子連れ出勤は現実的か!?~理想と現実の葛藤~
政府が平成31年1月15日に「子連れ出勤」を後押しする考えを表明しました。
少子化対策の重要な課題として自治体の交付金の補助率を引き上げるなど積極的な姿勢を見せていますが、実際に子育て中の親御さんからは厳しい声が聞かれています。
子連れ出勤の問題点~母親まかせ~
子連れ出勤とは、その名の通り「保育園の空きがない」「病気になってしまい登園できない」といった子どもの預け場所に悩む両親が、職場に子どもを連れて出勤することを指します。

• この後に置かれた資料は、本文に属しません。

import type { Step, Steps } from '@/diagrams/faults/steps'

/** What a thread tells of the question with that number. */
export type Told<A> =
  | { number: number; taken: true }
  | { number: number; progress: Step }
  | { number: number; ok: true; answer: A }
  | { number: number; ok: false; message: string }
  | { number: number; dropped: true }

/** What the thread lends: its clock, its queue of messages, its way back. */
export interface RunnerHost<A> {
  /** Milliseconds. */
  now(): number
  /** Goes on in a later turn, after the messages that wait. */
  pause(): Promise<void>
  tell(told: Told<A>): void
}

/** Between two looks for something newer. */
export const sliceMilliseconds = 10
/** Work that lasts longer says how far it has come, and says it again that often. */
export const progressMilliseconds = 200

/**
 * Works on the newest question only: one that comes while another is worked on stops that one at the next portion. What
 * the stopped one has learned of the circuit is kept by the engine, so that the next one starts warm.
 */
export class QuestionRunner<Q, A> {
  private newest: { number: number; question: Q } | null = null
  private unwanted = -1
  private running = false

  constructor(
    private readonly work: (question: Q) => Steps<A>,
    private readonly host: RunnerHost<A>,
  ) {}

  ask(number: number, question: Q): void {
    if (this.newest) this.host.tell({ number: this.newest.number, dropped: true })
    this.newest = { number, question }
    if (!this.running) void this.run()
  }

  /** Nobody waits for this answer any more. */
  drop(number: number): void {
    this.unwanted = number
    if (this.newest?.number !== number) return
    this.newest = null
    this.host.tell({ number, dropped: true })
  }

  private async run(): Promise<void> {
    this.running = true
    while (this.newest) {
      const { number, question } = this.newest
      this.newest = null
      this.host.tell({ number, taken: true })
      try {
        await this.answer(number, question)
      } catch (error) {
        this.host.tell({ number, ok: false, message: error instanceof Error ? error.message : String(error) })
      }
    }
    this.running = false
  }

  private async answer(number: number, question: Q): Promise<void> {
    const { host } = this
    const steps = this.work(question)
    let slice = host.now()
    let told = slice
    for (;;) {
      const next = steps.next()
      if (next.done) return host.tell({ number, ok: true, answer: next.value })
      const time = host.now()
      if (time - told >= progressMilliseconds) {
        told = time
        host.tell({ number, progress: next.value })
      }
      if (time - slice < sliceMilliseconds) continue
      await host.pause()
      slice = host.now()
      if (this.newest || this.unwanted === number) return host.tell({ number, dropped: true })
    }
  }
}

本来であれば、両親が使える制度であるため、父親が子連れ出勤をしても構わないはずですが、宮腰少子化担当相が発言した「乳幼児は母親と一緒にいることが何よりも大事ではないかと思う」という言葉からも分かるように、子連れ出勤自体が母親を想定しているという点が大きな問題として挙がっています。
子連れ出勤の問題点~保育環境~
実は保育園など乳幼児が通う保育施設は、さまざまな法律で安全を確保するように基準が定められています。しかし、実際の職場はどうでしょうか?子ども達は気になるものがあれば何でも手を出したり口に入れたりするため、大人が働くための職場には危険も多く潜んでいます。

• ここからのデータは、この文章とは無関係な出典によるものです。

import { conditionKey } from '../document/condition'
import type { Reading } from '../document/reading-schema'
import { chargingRange, restingRange, weakRange, type ScaleRange } from './battery-range'
import type { CellEvidence, Evidence, Included } from './evidence'
import type { FaultModel } from './fault-model'
import { batterySteps, type JudgedReading } from './judged-reading'
import { sharedLog } from './shared-tolerances'
import { accuracyOf, anyState, type Fits } from './tolerance-rule'

/** Cells this far below the likeliest, in nats of likelihood, get no fine look at the battery. */
const coarseFrom = 30

/** Judges every cell against every reading. `skip` holds indices of readings that the odds leave out. */
export function weighReadings(
  model: FaultModel,
  readings: readonly Reading[],
  skip: ReadonlySet<number> = new Set(),
): Evidence {
  return new WeighedReadings(model, readings, skip)
}

/** All readings judged against every cell, cells numbered through. */
class WeighedReadings implements Evidence {
  readonly conditions: number[]
  readonly goodLog: number
  readonly logs: readonly Float64Array[]
  private readonly judged: readonly JudgedReading[]
  private readonly used: readonly number[]
  private readonly firstCell: Int32Array
  private made: CellEvidence[][] | undefined

  constructor(
    private readonly model: FaultModel,
    private readonly readings: readonly Reading[],
    skip: ReadonlySet<number>,
  ) {
    const keys = readings.map((reading) => conditionKey(model.circuit, reading.condition))
    this.conditions = keys.map((key) => keys.indexOf(key))
    this.judged = readings.map((reading) => model.judged(reading))
    this.firstCell = model.firstCell
    this.used = [...readings.keys()].filter((r) => !skip.has(r))
    const flat = this.weigh(this.used, model.cellCount)
    this.goodLog = flat[0]!
    this.logs = model.hypotheses.map(({ cells }, h) =>
      flat.subarray(this.firstCell[h], this.firstCell[h]! + cells.length),
    )
  }

  fits(hypothesis: number, cell: number, included?: Included): boolean {
    return this.fitsAt(hypothesis < 0 ? 0 : this.firstCell[hypothesis]! + cell, included)
  }

  shared(hypothesis: number, cell: number, still = false): number {
    const at = hypothesis < 0 ? 0 : this.firstCell[hypothesis]! + cell
    let log = 0
    for (const charging of [false, true]) {
      const used = this.used.filter((r) => this.readings[r]!.condition.charging === charging)
      if (used.length < 2) continue
      log += sharedLog(
        used.map((r) => this.readings[r]!),
        used.map((r) => this.judged[r]!),
        at,
        charging ? chargingRange : restingRange,
        still,
      )
    }
    return log
  }

  /** By least squares over readings that the cell explains, each taken as straight between the cell's ends, at any battery. */
  within(hypothesis: number, cell: number): number {
    const at = this.firstCell[hypothesis]! + cell
    const explained = this.used.flatMap((r) => this.straightIn(r, at) ?? [])
    let [weights, sum] = [0, 0]
    for (let i = 0; i < batterySteps; i++) {
      let [along, square, off] = [0, 0, 0]
      for (const { ends, range, value, variance } of explained) {
        const scale = range.low + ((i + 0.5) / batterySteps) * (range.high - range.low)
        const from = scale * ends[0].battery + ends[0].fixed
        const slope = scale * ends[1].battery + ends[1].fixed - from
        along += (slope * (value - from)) / variance
        square += slope ** 2 / variance
        off += (value - from) ** 2 / variance
      }
      if (square === 0) return 0.5
      const part = Math.min(1, Math.max(0, along / square))
      const weight = Math.exp(-(off - 2 * part * along + part ** 2 * square) / 2)
      weights += weight
      sum += weight * part
    }
    return weights > 0 ? sum / weights : 0.5
  }

  private straightIn(r: number, cell: number) {
    const reading = this.readings[r]!
    const { table, misfits } = this.judged[r]!
    const { first, low, high } = table.states
    const { value } = reading
    if (typeof value !== 'number' || misfits[cell] === 1) return null
    let entry = first[cell]!
    while (entry < first[cell + 1]! && low[entry]! < 0) entry++
    if (entry === first[cell + 1]) return null
    const ends = [table.bounds[low[entry]!]!, table.bounds[high[entry]!]!] as const
    const { percent, floor } = accuracyOf(reading)
    const variance =
      (((percent / 100) * Math.abs(value) + floor) / 2) ** 2 + ((ends[0].spread + ends[1].spread) / 2) ** 2
    return { ends, value, variance, range: reading.condition.charging ? chargingRange : restingRange }
  }

  get good(): CellEvidence {
    return { fits: this.fitsOf(0, false), logLikelihood: this.goodLog }
  }

  get cells(): CellEvidence[][] {
    return (this.made ??= this.model.hypotheses.map(({ cells, mode }, h) =>
      cells.map((_, c) => ({
        fits: this.fitsOf(this.firstCell[h]! + c, mode === 'weak'),
        logLikelihood: this.logs[h]![c]!,
      })),
    ))
  }

  private fitsAt(cell: number, included?: Included): boolean {
    const { judged, readings, conditions } = this
    for (let r = 0; r < judged.length; r++)
      if (judged[r]!.misfits[cell] === 1 && (!included || included(r))) return false
    // Each reading fits for itself: now one battery and one state behind those of each condition.
    let [restLow, restHigh, chargeLow, chargeHigh] = [-Infinity, Infinity, -Infinity, Infinity]
    for (let first = 0; first < judged.length; first++) {
      if (conditions[first] !== first) continue
      if (!this.together(cell, first, included)) return false
      if (readings[first]!.condition.charging) {
        chargeLow = Math.max(chargeLow, togetherLow)
        chargeHigh = Math.min(chargeHigh, togetherHigh)
      } else {
        restLow = Math.max(restLow, togetherLow)
        restHigh = Math.min(restHigh, togetherHigh)
      }
    }
    return restLow <= restHigh + 1e-12 && chargeLow <= chargeHigh + 1e-12
  }

  /** Battery scales at which some one state fits all readings of a condition, into `togetherLow` and `togetherHigh`. */
  private together(cell: number, first: number, included?: Included): boolean {
    const { judged, conditions } = this
    togetherLow = Infinity
    togetherHigh = -Infinity
    const { states } = judged[first]!.table
    if (states.restless[cell]) {
      togetherLow = -Infinity
      togetherHigh = Infinity
      return true
    }
    let asked = false
    for (let entry = states.first[cell]!; entry < states.first[cell + 1]!; entry++) {
      let [low, high] = [-Infinity, Infinity]
      for (let r = first; r < judged.length; r++) {
        if (conditions[r] !== first || (included && !included(r))) continue
        asked = true
        const other = judged[r]!.table.states
        const at = other === states ? entry : sameState(other, cell, states.state[entry]!)
        low = at < 0 ? Infinity : Math.max(low, judged[r]!.fitLow[at]!)
        high = at < 0 ? -Infinity : Math.min(high, judged[r]!.fitHigh[at]!)
      }
      if (low > high + 1e-12) continue
      togetherLow = Math.min(togetherLow, low)
      togetherHigh = Math.max(togetherHigh, high)
    }
    if (!asked) {
      togetherLow = -Infinity
      togetherHigh = Infinity
    }
    return togetherLow <= togetherHigh + 1e-12
  }

  /** ln of the probability of the given readings for every cell, the battery averaged over where it may stand. */
  private weigh(used: readonly number[], cells: number): Float64Array {
    const flat = new Float64Array(cells)
    if (used.length === 0) return flat
    const { judged } = this
    let best = -Infinity
    for (let cell = 0; cell < cells; cell++) {
      let most = 0
      for (const r of used)
        most += Math.max(
          judged[r]!.peaks[judged[r]!.row[cell]!]!,
          judged[r]!.peaks[judged[r]!.otherRow[cell]!]!,
        )
      flat[cell] = most
      if (most > best) best = most
    }
    for (const charging of [false, true]) {
      const group = used.filter((r) => this.readings[r]!.condition.charging === charging)
      if (group.length > 0) this.refine(flat, group, best - coarseFrom)
    }
    return flat
  }

  /** Puts the average over the battery in place of the most, where that matters. */
  private refine(flat: Float64Array, group: readonly number[], above: number) {
    const { judged } = this
    const sum = new Float64Array(batterySteps)
    const averageOf = (cell: number, which: 'row' | 'otherRow'): number => {
      sum.fill(0)
      for (const r of group) {
        const logs = judged[r]!.logs[judged[r]![which][cell]!]!
        for (let i = 0; i < batterySteps; i++) sum[i]! += logs[i]!
      }
      return logAverage(sum)
    }
    const peakOf = (cell: number): number => {
      let most = 0
      for (const r of group)
        most += Math.max(
          judged[r]!.peaks[judged[r]!.row[cell]!]!,
          judged[r]!.peaks[judged[r]!.otherRow[cell]!]!,
        )
      return most
    }
    let before = -1
    let gain = 0
    for (let cell = 0; cell < flat.length; cell++) {
      if (flat[cell]! < above) continue
      // Neighbours often foretell the same, or what the good circuit does.
      const alike = [before, 0].find(
        (other) =>
          other >= 0 &&
          other < cell &&
          group.every(
            (r) =>
              judged[r]!.row[cell] === judged[r]!.row[other] &&
              judged[r]!.otherRow[cell] === judged[r]!.otherRow[other],
          ),
      )
      if (alike === undefined || alike !== before) {
        const one = averageOf(cell, 'row')
        const twice = group.some((r) => judged[r]!.row[cell] !== judged[r]!.otherRow[cell])
        // A cell whose ends settle differently is half in one state and half in the other.
        gain = (twice ? logMean(one, averageOf(cell, 'otherRow')) : one) - peakOf(cell)
        before = cell
      }
      flat[cell]! += gain
    }
  }

  private fitsOf(cell: number, weak: boolean): Fits[] {
    return this.judged.map(({ table: { states }, fitLow, fitHigh }, r) => {
      const range: ScaleRange = weak
        ? weakRange
        : this.readings[r]!.condition.charging
          ? chargingRange
          : restingRange
      if (states.restless[cell]) return new Map([[anyState, range]])
      const fits = new Map<string, ScaleRange>()
      for (let entry = states.first[cell]!; entry < states.first[cell + 1]!; entry++)
        if (fitLow[entry]! <= fitHigh[entry]! + 1e-12)
          fits.set(states.state[entry]!, { low: fitLow[entry]!, high: fitHigh[entry]! })
      return fits
    })
  }
}

let togetherLow = 0
let togetherHigh = 0

function sameState(states: JudgedReading['table']['states'], cell: number, key: string): number {
  for (let entry = states.first[cell]!; entry < states.first[cell + 1]!; entry++)
    if (states.state[entry] === key) return entry
  return -1
}

function logAverage(logs: Float64Array): number {
  let most = -Infinity
  for (const log of logs) if (log > most) most = log
  let sum = 0
  for (const log of logs) sum += Math.exp(log - most)
  return most + Math.log(sum / logs.length)
}

function logMean(a: number, b: number): number {
  const most = Math.max(a, b)
  return most + Math.log((Math.exp(a - most) + Math.exp(b - most)) / 2)
}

また、親と一緒にいられることは子どもにとって非常に幸せなことですが、実際に子どもを連れて働く親にとっては「周囲に迷惑をかけないか心配で仕事に集中できない」「そばにいても遊んであげられない」など葛藤が多いのも事実です。
環境整備と他の子育て支援も必要
問題点も多く挙げられましたが、子連れ出勤導入に伴い、職場改善を行っている企業も存在します。大手住宅メーカーのタマホームでは、オフィス内にキッズスペースを設けておもちゃなどを用意し、親の負担を軽減するために社員全員で子どもに声掛けをするなどといった取り組みを始めています。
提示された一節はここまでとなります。